### Exercise goal
Print verbatim the opening line of the material and every subsequent line through the one containing "export interface CurveBothWays".

»»

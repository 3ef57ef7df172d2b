import { powerAt, type MeasuredCurve } from '../../kernel/wind/index.ts'

const STEP_MS = 0.05

/** A measured curve as a rising table, read both ways. */
export interface CurveBothWays {
  /** kW at a wind speed, m/s; beyond the ends the curve's own ends. */
  power(speedMs: number): number
  /** m/s at which the curve first gives that power, kW; beyond the ends the curve's own ends. */
  speed(powerKw: number): number
}

/** @returns null for a curve with fewer than two points. */
export function curveBothWays(curve: MeasuredCurve): CurveBothWays | null {
  const first = curve.speedsMs[0]
  const last = curve.speedsMs.at(-1)
  if (first === undefined || last === undefined || !(last > first)) return null
  const n = Math.floor((last - first) / STEP_MS) + 1
  const table = new Float64Array(n)
  let highest = -Infinity
  for (let k = 0; k < n; k++) {
    const power = powerAt(curve, Math.min(last, first + k * STEP_MS))
    if (power > highest) highest = power // a dip, and a gap, are bridged
    table[k] = highest
  }
  if (!Number.isFinite(table[0]!)) return null
  return {
    power(speedMs) {
      const at = Math.max(0, Math.min(n - 1, (speedMs - first) / STEP_MS))
      const k = Math.min(n - 2, Math.floor(at))
      return table[k]! + (at - k) * (table[k + 1]! - table[k]!)
    },
    speed(powerKw) {
      if (Number.isNaN(powerKw)) return NaN
      let low = 0
      let high = n - 1
      if (!(powerKw > table[0]!)) return first
      if (powerKw >= table[high]!) return first + table.indexOf(table[high]!) * STEP_MS
      while (high - low > 1) {
        const middle = (low + high) >> 1
        if (table[middle]! < powerKw) low = middle
        else high = middle
      }
      return first + (low + (powerKw - table[low]!) / (table[high]! - table[low]!)) * STEP_MS
    },
  }
}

««

### Answer section
repository 3ef57ef7df172d2b
import { powerAt, type MeasuredCurve } from '../../kernel/wind/index.ts'

const STEP_MS = 0.05

/** A measured curve as a rising table, read both ways. */
export interface CurveBothWays {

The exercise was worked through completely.